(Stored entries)

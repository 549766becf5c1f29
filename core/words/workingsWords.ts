/** What the workings sheet says: titles, labels and one line of explanation beside each step. */
export const workingsWords = {
  title: (what: string): string => `Workings: ${what}`,
  law: (law: string): string => `Law: ${law}`,
  form: (plot: string, against: string): string => `Straight form: ${plot} against ${against}`,
  recalculates: (): string =>
    'Ordinary spreadsheet formulas only: this sheet recalculates in any spreadsheet, without the add-in. Columns F onwards hold the readings.',

  headers: (): readonly string[] => ['step', 'value', 'how', 'digits'],
  column: (letters: string): string => `column ${letters}`,
  given: (): string => 'Given',
  coverage: (): string => 'coverage probability',
  coverageHow: (): string => 'The probability that the intervals below are to cover.',
  known: (name: string): string => name,
  knownHow: (name: string): string => `Known constant ${name}, as stated.`,
  builtInHow: (name: string): string => `${name} is built into the law.`,
  knownUncertainty: (name: string): string => `u(${name})`,
  knownUncertaintyHow: (name: string): string => `Standard uncertainty of ${name}, as stated.`,
  spread: (symbol: string): string => `u(${symbol})`,
  spreadAbsolute: (symbol: string): string => `Standard uncertainty of every ${symbol}, as stated.`,
  spreadRelative: (symbol: string): string =>
    `Standard uncertainty as a fraction of each ${symbol}, as stated.`,

  readings: (): string => 'Readings',
  axes: (): string => 'On the straight axes',
  position: (): string => 'no.',
  predictorHow: (symbol: string): string =>
    `${symbol}, copied by reference; empty where the pair of cells is not a reading.`,
  responseHow: (symbol: string): string => `${symbol}, copied by reference.`,
  onLine: (): string => 'in use',
  onLineHow: (): string => '1 for a reading in use, 0 for a pair of cells that is none.',
  onLineDomainHow: (): string =>
    '1 for a reading on the line, 0 where the axes do not exist or there is no reading.',
  taking: (): string => 'in fit',
  takingHow: (): string => '1 for a reading that takes part in the fit of the curve, 0 otherwise.',
  vertical: (text: string): string => `Y = ${text}`,
  verticalHow: (text: string): string => `Vertical straight axis, Y = ${text}.`,
  horizontal: (text: string): string => `X = ${text}`,
  horizontalHow: (text: string): string => `Horizontal straight axis, X = ${text}.`,
  ownUncertainty: (symbol: string): string => `u(${symbol})`,
  ownUncertaintyHow: (symbol: string): string => `Standard uncertainty of ${symbol}.`,
  derivative: (of: string, by: string): string => `∂${of}/∂${by}`,
  derivativeHow: (of: string, by: string): string =>
    `Derivative of ${of} by ${by} at the reading: how far ${of} moves when ${by} does.`,
  weight: (): string => 'w',
  weightOneHow: (): string => 'Weight: all readings count the same.',
  weightEqualHow: (symbol: string): string =>
    `Weight 1/(∂Y/∂${symbol})²: the same scatter in ${symbol} for every reading.`,
  weightProportionalHow: (symbol: string): string =>
    `Weight 1/(${symbol}·∂Y/∂${symbol})²: scatter in proportion to ${symbol}.`,
  weightKnownHow: (symbol: string): string => `Weight 1/(u(${symbol})·∂Y/∂${symbol})².`,

  sums: (): string => 'Sums',
  count: (): string => 'n',
  countHow: (): string => 'Number of readings in use.',
  totalWeightHow: (): string => 'Sum of the weights.',
  meanHow: (axis: string): string => `Weighted mean of ${axis}.`,
  deviationHow: (axis: string): string => `${axis} less its mean.`,
  sumHow: (of: string): string => `Sum of ${of} over the readings.`,

  line: (): string => 'The line Y = intercept + slope·X',
  slope: (): string => 'slope',
  slopeHow: (): string => 'Σ w (X − X̄)(Y − Ȳ) / Σ w (X − X̄)²: weighted least squares.',
  intercept: (): string => 'intercept',
  interceptHow: (): string => 'Ȳ − slope·X̄: the line passes through the mean point.',
  heldHow: (text: string): string => `Held at the value that the known constants give it: ${text}.`,
  absentHow: (): readonly string[] => ['The form has no intercept: the line passes through the origin.'],
  slopeHeldHow: (): string => 'Σ w X (Y − intercept) / Σ w X²: least squares with the intercept held.',
  slopeOriginHow: (): string => 'Σ w X Y / Σ w X²: least squares through the origin.',
  residual: (): string => 'r',
  residualHow: (): string => 'Residual: Y less the line.',
  freedom: (): string => 'degrees of freedom ν',
  freedomHow: (terms: number): string => `n − ${terms}: readings less terms of the line that were fitted.`,
  freedomDirectHow: (constants: number): string =>
    `n − ${constants}: readings less constants that were fitted.`,
  scale: (): string => 's²',
  scaleEstimatedHow: (): string => 'Scale of the scatter, Σ w r² / ν.',
  scaleKnownHow: (): string => '1: the uncertainties of the readings are known and taken as they are.',
  varianceSlope: (): string => 'u²(slope)',
  varianceSlopeHow: (): string => 's² / Σ w (X − X̄)².',
  varianceSlopeOneHow: (): string => 's² / Σ w X².',
  varianceInterceptHow: (): string => 's² (1/Σ w + X̄² / Σ w (X − X̄)²).',
  varianceIntercept: (): string => 'u²(intercept)',
  covariance: (): string => 'u(intercept, slope)',
  covarianceHow: (): string => 'Covariance of intercept and slope, −s² X̄ / Σ w (X − X̄)².',
  correlation: (): string => 'correlation of the two',
  correlationHow: (): string => 'u(intercept, slope) / (u(intercept)·u(slope)).',
  standardUncertainty: (name: string): string => `u(${name})`,
  rootHow: (of: string): string => `Standard uncertainty: the square root of ${of}.`,
  heldVarianceHow: (): string =>
    'What the intercept inherits from the uncertain known constants: Σ (∂intercept/∂known · u(known))².',
  heldSlopeHow: (): string => 's² / Σ w X² + (Σ w X / Σ w X²)² u²(intercept)',
  heldSlopeBothHow: (): string => 'u²(slope) + (Σ w β / Σ w β²)² u²(intercept)',
  noFreedom: (): readonly string[] => [
    'As many readings as fitted terms: nothing is left to judge scatter by, so there are no uncertainties.',
  ],

  bothAxes: (): string => 'The line, errors on both axes: final iteration',
  bothAxesHow: (): readonly string[] => [
    'The slope stands in the weights of its own sums, so it is found by iteration.',
    'Shown are the sums of the last round.',
  ],
  slopeIn: (): string => 'slope of the round before',
  slopeInHow: (): string => 'Where the iteration had arrived: a number, carried over.',

  weightBothHow: (): string =>
    'Weight 1/(u²(Y) + slope² u²(X) − 2 slope u(X, Y)), with the slope of the round before.',
  betaHow: (): string =>
    'How far the adjusted point lies from the mean along X: w (U u²(Y) + slope V u²(X) − (slope U + V) u(X, Y)), U and V the deviations.',
  slopeBothHow: (): string =>
    'Σ w β V / Σ w β U (York et al. 2004, eq. 13); the same as before when settled.',
  varianceAxisHow: (axis: string): string =>
    `Variance of ${axis} from the uncertainties of the reading, to first order.`,
  covarianceAxesHow: (): string => 'Covariance of X and Y, because both may depend on the same reading.',
  varianceSlopeBothHow: (): string => '1 over the weighted spread of the adjusted points.',
  varianceInterceptBothHow: (): string => '1/Σ w + (X̄ + β̄)² u²(slope).',
  covarianceBothHow: (): string => '−(X̄ + β̄) u²(slope).',

  factor: (): string => 'coverage factor',
  factorStart: (): string => 'factor by the inverse function',
  factorNormalHow: (): string =>
    'From the normal distribution, because the uncertainties of the readings are known.',
  factorStudentHow: (): string =>
    'From Student’s t distribution with ν degrees of freedom, both tails together.',
  angleHow: (): string =>
    'The angle whose tangent is factor/√ν: Student’s distribution is written out in it.',
  studentTerms: (): string => 't term',
  studentTermsHow: (): string =>
    'Terms of Student’s distribution for ν degrees of freedom (Abramowitz & Stegun 26.7.3–4).',
  studentWithin: (): string => 'probability within ± factor',
  studentWithinHow: (): string =>
    'For even ν sin θ times the sum of these terms, for odd ν 2/π (θ + sin θ times the sum).',
  factorPolishHow: (): string =>
    'One Newton step: the inverse function of some spreadsheets stops after nine digits.',

  constants: (): string => 'Constants of the law',
  solvedHow: (name: string, text: string): string => `${name} = ${text}.`,
  startHow: (name: string): string =>
    `There is no closed form for ${name}: where its search had arrived, a number carried over.`,
  combinedHow: (name: string): string =>
    `${name} stands in both terms: least squares over both, from where its search had arrived (a number carried over).`,
  stepTo: (name: string): string => `step of ${name}`,
  stepHow: (): string => 'One more Newton step; it vanishes when the search had settled.',
  steppedHow: (name: string): string => `${name} with this step taken.`,
  byTerm: (of: string, by: string): string => `∂${of}/∂${by}`,
  termByHow: (term: string, name: string): string => `Derivative of the ${term}’s expression by ${name}.`,
  determinant: (): string => 'determinant',
  determinantHow: (): string => 'Of the four derivatives: both terms together settle both constants.',
  determinantCombinedHow: (): string =>
    'Σ w (∂slope)² about the mean plus Σ w (∂line at the mean)²: both terms weigh in by their covariance.',
  constantByHow: (name: string, term: string): string =>
    `How ${name} follows the ${term}: from the inverse of these derivatives.`,
  propagated: (name: string, term: string): string => `(∂${name}/∂${term})² u²(${term})`,
  propagatedBoth: (name: string): string => `2 (∂${name}/∂slope)(∂${name}/∂intercept) u(intercept, slope)`,
  propagatedKnown: (name: string, known: string): string => `(d${name}/d${known})² u²(${known})`,
  varianceConstantHow: (parts: readonly string[]): string => `Law of propagation: ${parts.join(' + ')}.`,
  low: (name: string): string => `${name} low`,
  high: (name: string): string => `${name} high`,
  plainEndHow: (sign: '−' | '+', name: string): string => `${name} ${sign} factor·u(${name}).`,
  end: (name: string, sign: '−' | '+'): string => `${name} at ${sign} end`,
  endHow: (term: string, sign: '−' | '+'): string =>
    `The same solution with ${term} ${sign} factor·u(${term}) in place of the ${term}.`,
  carriedEndHow: (source: string, name: string): string =>
    `The interval of ${source} carried through: ${name} depends on ${source} alone.`,
  ofTerm: (term: string): string => `the ${term}`,
  derivedHow: (name: string, text: string): string => `${name} = ${text}.`,
  derivedUncertaintyHow: (name: string, from: string): string => `|d(${name})/d${from}|·u(${from}).`,
  sampledNote: (): readonly string[] => [
    'The live intervals are drawn by chance (interval=montecarlo), which no plain formula repeats.',
    'Above are value ± factor·u; only values and standard uncertainties are compared.',
  ],

  knownEffect: (name: string): string => `Effect of ${name}`,
  axisByKnownHow: (axis: string, name: string): string => `Derivative of ${axis} by ${name}, at the reading.`,
  weightByKnownHow: (name: string): string => `How the weight follows ${name}.`,
  pulledHow: (name: string): string =>
    `w (∂Y/∂${name} − slope ∂X/∂${name}) + r ∂w/∂${name}: how the reading pulls at the line when ${name} changes.`,
  slopeByKnownHow: (name: string): string => `How the slope follows ${name} when the line is fitted anew.`,
  interceptByKnownHow: (name: string): string =>
    `How the intercept follows ${name} when the line is fitted anew.`,
  totalHow: (name: string, known: string): string => `How ${name} follows ${known} in all.`,
  refittedHow: (name: string, known: string): string =>
    `How ${name} follows ${known}: found by fitting anew with ${known} shifted, a number carried over.`,

  direct: (): string => 'The curve, least squares in the units of y: final iteration',
  directHow: (): readonly string[] => [
    'The constants are found by iteration; shown are the sums of its last round.',
    'The constants that it arrived at are numbers, carried over.',
    'The step that these sums still ask for is next to nothing: the iteration had settled.',
  ],
  arrived: (name: string): string => `${name}, arrived at`,
  arrivedHow: (name: string): string => `${name}, where the iteration had arrived: a number carried over.`,
  fitted: (symbol: string): string => `fitted ${symbol}`,
  fittedHow: (symbol: string): string => `${symbol} from the law with these constants.`,
  rootWeight: (): string => '√ω',
  rootWeightHow: (symbol: string, kind: string): string =>
    kind === 'known'
      ? `1/u(${symbol}): what each residual is measured by.`
      : kind === 'proportional'
        ? `1/${symbol}: scatter in proportion to ${symbol}.`
        : 'Every residual counts the same.',
  weightedResidual: (): string => '√ω r',
  weightedResidualHow: (symbol: string): string => `Weighted residual, √ω (${symbol} − fitted).`,
  jacobianHow: (name: string, symbol: string): string =>
    `√ω times the derivative of the fitted ${symbol} by ${name}.`,
  orthogonal: (k: number): string => `q${k}`,
  orthogonalHow: (k: number): string =>
    k === 1
      ? 'The first of these columns, scaled to length 1.'
      : `What is left of column ${k}, scaled to length 1 (Gram–Schmidt).`,
  reduced: (k: number, j: number): string => `col. ${k} less q${j}`,
  reducedHow: (k: number, j: number): string => `Column ${k} with its share of q${j} taken out.`,
  overlap: (j: number, k: number): string => `r${j}${k}`,
  overlapHow: (j: number, k: number): string =>
    j === k ? `Length of column ${k} after its shares were taken out.` : `Share of q${j} in column ${k}.`,
  projection: (k: number): string => `z${k}`,
  projectionHow: (k: number): string => `Share of q${k} in the weighted residuals.`,
  lastStep: (name: string): string => `last step of ${name}`,
  lastStepHow: (): string => 'Back substitution; next to nothing when the iteration had settled.',
  settledHow: (name: string): string => `${name} with the last step taken.`,
  inverse: (j: number, k: number): string => `inverse of r, ${j}${k}`,
  inverseHow: (): string => 'Inverse of the triangle of lengths and shares.',
  squares: (): string => 'Σ ω r²',
  varianceDirect: (): string => 's² Σ (row of the inverse)²',

  straightness: (): string => 'How straight',
  rSquared: (): string => 'r squared',
  rSquaredHow: (): string => '1 − Σ w r² / Σ w (Y − Ȳ)².',
  rSquaredHeldHow: (): string => '1 − Σ w r² / Σ w Y².',
  deviation: (): string => 'residual standard deviation',
  deviationStraightHow: (): string => '√(Σ w r² / ν).',
  bowShapeHow: (): string => 'Parabola that is level over the readings: (X − X̄)² less its share of the line.',
  bowSkewHow: (): string => 'Share of the slope in the squares: Σ w (X − X̄)³ / Σ w (X − X̄)².',
  bowMeanHow: (): string => 'Share of the mean in the squares: Σ w (X − X̄)² / Σ w.',
  curvature: (): string => 'curvature c2',
  curvatureHow: (): string => 'Σ w p r / Σ w p²: coefficient of X² in a parabola with the same weights.',
  bow: (): string => 'bow %',
  bowHow: (): string =>
    '100·c2 (Xmax − Xmin)² / (4 |slope| (Xmax − Xmin)): sagitta as a share of the line’s rise.',

  comparison: (): string => 'Against the live function',
  agrees: (): readonly [string, string] => ['agrees to ', ' digits'],
  noLive: (): string => 'the add-in is not here: nothing to compare with',
  verdict: (): string => 'All of them',
  verdictAgrees: (): readonly [string, string] => [
    'The workings and the live function agree to ',
    ' digits.',
  ],
  verdictNone: (): string =>
    'The add-in is not here, so there is nothing to compare with. Every number above stands on its own.',
};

### TASK INSTRUCTIONS
Check each line above for the string "kind" and show the ones that have it.

### EXPECTED ANSWER
  rootWeightHow: (symbol: string, kind: string): string =>
    kind === 'known'
      : kind === 'proportional'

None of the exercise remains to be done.